Up to and including the line that contains "Region edges are", reproduce every line exactly, beginning with the first line below.

Collected data
§

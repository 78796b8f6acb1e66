"""The DC transfer curve of a stage: one source stepped, one node watched, three ways.

    sweep_values(start, stop, step=..., points=...) -> np.ndarray    the grid, arguments checked
    transfer_curve(circuit, source, output, values, session) -> TransferCurve

The columns, stated once:

* hand — the hand model (square law, λ = γ = 0, no gate current) solved by ``hand_analysis``
  at every point, on a copy of the circuit with the swept source's value replaced.
* level1 — ``solve_dc_sweep``: the full level-1 model, each point started from the last, as
  ngspice's ``.dc`` does.
* sim — ngspice's own ``.dc`` through the worker, on SPICE emitted from the Circuit.

Region edges are input values where a transistor changes region: ``cutoff_saturation`` where
VOV crosses 0, ``saturation_triode`` where VDS − VOV does (device polarity). For hand and
level1 each edge is found by Brent's method on the solved model between the two grid points
where the region changes, so its accuracy does not depend on the step; ngspice's edges are
linear interpolations of its @m[vgs], @m[vds] and threshold (@m[von] or @m[vth]) between
sweep points. For the
resistor-loaded common source the hand edges also have a closed form, worked out in steps.

Gains are dVout/dVin: at the bias point (the swept source's own value in the netlist) by a
central difference on the solved model for hand and level1 and from the curve for ngspice;
the largest |gain| from each curve.

Nothing here reads files or prints: the Circuit is the only input.
"""

from __future__ import annotations

import math
from collections.abc import Callable, Sequence
from dataclasses import dataclass, field, replace

import numpy as np
from scipy.optimize import brentq

from ..compare import SOLVER_FLOOR, SOLVER_RELATIVE
from ..devices.level1 import (
    REGIONS,
    beta,
    classify_region,
    overdrive,
    threshold,
)
from ..devices.mos1.instance import InstanceError, mosfet_instance
from ..netlist.circuit import GROUND, Analysis, Circuit, DcSweep, Element, Origin
from ..netlist.emit import SpiceDeck, emit
from ..netlist.numbers import engineering
from ..netlist.source import NOTICE_SEVERITY, notice_in
from ..sim.client import NgspiceSession, SimulationFailed, SimulatorError
from ..sim.operating_point import threshold_vector
from ..vocabulary import Finding, Step, not_level1_finding, simulator_failure
from .dcsolve import (
    DcSolveError,
    OperatingPoint,
    SweepArrays,
    solve_dc_sweep_arrays,
    solve_operating_point,
)
from .hand import HandAnalysisError, HandSolution, hand_analysis, hand_model

__all__ = [
    "BOUNDARIES",
    "MAX_POINTS",
    "ClosedFormEdges",
    "Crossing",
    "Curve",
    "GainPeak",
    "HandGainFormula",
    "RegionEdges",
    "SweepInputError",
    "TransferCurve",
    "default_output",
    "default_range",
    "default_source",
    "GateBias",
    "gate_bias_source",
    "sweep_values",
    "transfer_curve",
    "with_source_value",
]

BOUNDARIES = ("cutoff_saturation", "saturation_triode")
MAX_POINTS = 100_000
DEFAULT_POINTS = 201
# Brent's method stops when the bracket is this narrow (V or A of the swept source).
EDGE_XTOL = 1e-12
# Central-difference half-width for the gain at the bias point, as a fraction of the sweep span:
# wide enough that the level-1 solver's 1e-9 relative convergence is noise, narrow enough that
# the curvature of the square law is.
GAIN_STEP = 1e-4
# What ngspice is asked for each MOSFET, beside the output node.
DEVICE_SWEEP_VECTORS = ("vgs", "vds")

# ngspice's edges and gain are refined with further `.dc` runs through the same worker, so they
# do not depend on the grid: each grid interval where a region changes is swept again in
# REFINE_INTERVALS steps, then the finer interval where it changes, and so on until that interval
# is at most EDGE_TARGET of the sweep span (at most REFINE_ROUNDS runs); the gain is read on a
# `.dc` of 2·2^GAIN_LEVELS steps over ±GAIN_WINDOW of the sweep span around the bias point.
REFINE_INTERVALS = 64
REFINE_ROUNDS = 4
EDGE_TARGET = 1e-5
REFINED_CROSSINGS = 8  # at most this many crossings per device are refined; the rest keep the grid
GAIN_WINDOW = 2.0**-8
GAIN_LEVELS = 6

EDGE_METHODS = {
    "hand": "Brent's method on the hand model between the grid points where the region changes",
    "level1": "Brent's method on the level-1 solution between the grid points where the region changes",
    "sim": (
        f"the grid interval where the region changes swept again by ngspice in {REFINE_INTERVALS} steps, then "
        f"the finer interval where it changes, until it is at most {EDGE_TARGET:g} of the sweep; linear "
        "interpolation of @m[vgs], @m[vds] and the threshold (@m[von] or @m[vth]) there; ± that interval, "
        "inside which the edge lies"
    ),
}
GAIN_METHODS = {
    "hand": "centred difference on the hand model",
    "level1": "centred difference on the level-1 solution",
    "sim": (
        "centred difference on a fine ngspice .dc around the bias point; ± the difference between the "
        "estimates at steps h and h/2 (Richardson), or a quarter of the one before when that is larger"
    ),
}


class SweepInputError(ValueError):
    """Arguments that make no sweep: unknown source or node, a bad step, too many points."""


# --- the results ----------------------------------------------------------------------------


@dataclass(frozen=True)
class Crossing:
    """One region change on the way through the sweep: which boundary, where, from what to what."""

    boundary: str  # one of BOUNDARIES
    at: float
    before: str
    after: str
    accuracy: float | None = None  # |at − the true edge| is at most this (None: not stated)


@dataclass(frozen=True)
class RegionEdges:
    """A transistor's region edges in one column: the first crossing of each boundary in sweep
    order (None where never reached) and every crossing found."""

    cutoff_saturation: float | None
    saturation_triode: float | None
    crossings: tuple[Crossing, ...] = ()

    def get(self, boundary: str) -> float | None:
        return getattr(self, boundary)

    def accuracy(self, boundary: str) -> float | None:
        """The stated accuracy of the first crossing of `boundary` (None where not stated or never reached)."""
        return next((c.accuracy for c in self.crossings if c.boundary == boundary), None)


@dataclass(frozen=True)
class GainPeak:
    """The largest |dVout/dVin| along a curve and where it is."""

    gain: float
    at: float


@dataclass(frozen=True)
class Curve:
    """One column of the sweep: the output (NaN where the column has no solution), each
    transistor's region per point (None there), its edges, and the gains."""

    column: str
    output: np.ndarray
    regions: dict[str, tuple[str | None, ...]]
    edges: dict[str, RegionEdges]
    edge_method: str
    gain_at_bias: float | None
    largest_gain: GainPeak | None
    failed_points: int = 0
    gain_accuracy: float | None = None  # |gain_at_bias − the true slope| is at most this (None: not stated)


@dataclass(frozen=True)
class ClosedFormEdges:
    """The hand edges of a resistor-loaded common source in closed form, with the working.

    ``gate_ratio`` and ``gate_offset`` give VG = gate_offset + gate_ratio·Vin.
    """

    device: str
    cutoff_saturation: float
    saturation_triode: float
    gate_ratio: float
    gate_offset: float
    drain_resistor: str
    drain_resistance: float
    steps: tuple[Step, ...]


@dataclass(frozen=True)
class HandGainFormula:
    """The hand small-signal gain at the bias point: −gm·(RD ∥ ro)·dVG/dVin."""

    value: float
    gm: float
    ro: float  # math.inf in saturation, λ = 0
    drain_resistance: float
    gate_ratio: float
    region: str
    formula: str
    steps: tuple[Step, ...]


@dataclass(frozen=True)
class Deviation:
    """The largest |column − reference| over the sweep and where it is."""

    volts: float
    at: float


@dataclass(frozen=True)
class TransferCurve:
    file: str
    title: str
    source: str
    source_unit: str
    output: str
    x: np.ndarray
    step: float
    bias: float
    devices: tuple[str, ...]
    curves: dict[str, Curve | None]
    simulator: tuple[str, str] | None
    deviation: dict[str, Deviation | None]
    deviation_reference: str | None
    closed_form: dict[str, ClosedFormEdges] = field(default_factory=dict)
    hand_gain: HandGainFormula | None = None
    findings: tuple[Finding, ...] = ()
    gate_bias: GateBias | None = None  # the source created at the gate, when the sweep swept one

    @property
    def agree(self) -> bool:
        """No error or warning: every column solved and level-1 matches ngspice."""
        return not any(f.severity in {"error", "warning"} for f in self.findings)


# --- arguments ------------------------------------------------------------------------------


def independent_source(circuit: Circuit, name: str) -> Element:
    """The independent V or I source called `name` (any case); SweepInputError otherwise."""
    element = circuit.element(name)
    sources = [e.name for e in circuit.elements if e.kind in ("vsource", "isource")]
    if element is None:
        listed = ", ".join(sources) or "none"
        raise SweepInputError(f"no source named `{name}` in the netlist (independent sources: {listed})")
    if element.kind not in ("vsource", "isource"):
        raise SweepInputError(f"`{element.name}` is a {element.kind}, not an independent source: it cannot be swept")
    return element


def output_node(circuit: Circuit, name: str) -> str:
    """The node called `name` (`v(name)` accepted), folded to lower case; SweepInputError otherwise."""
    key = name.strip().lower()
    if key.startswith("v(") and key.endswith(")"):
        key = key[2:-1].strip()
    key = GROUND if key == "gnd" else key
    if key == GROUND:
        raise SweepInputError("the output cannot be node 0: it is ground")
    if key not in circuit.nodes():
        nodes = ", ".join(circuit.nodes())
        raise SweepInputError(f"no node named `{name}` in the netlist (nodes: {nodes})")
    return key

§

* **Problem solution**:
repository 78796b8f6acb1e66
"""The DC transfer curve of a stage: one source stepped, one node watched, three ways.

    sweep_values(start, stop, step=..., points=...) -> np.ndarray    the grid, arguments checked
    transfer_curve(circuit, source, output, values, session) -> TransferCurve

The columns, stated once:

* hand — the hand model (square law, λ = γ = 0, no gate current) solved by ``hand_analysis``
  at every point, on a copy of the circuit with the swept source's value replaced.
* level1 — ``solve_dc_sweep``: the full level-1 model, each point started from the last, as
  ngspice's ``.dc`` does.
* sim — ngspice's own ``.dc`` through the worker, on SPICE emitted from the Circuit.

Region edges are input values where a transistor changes region: ``cutoff_saturation`` where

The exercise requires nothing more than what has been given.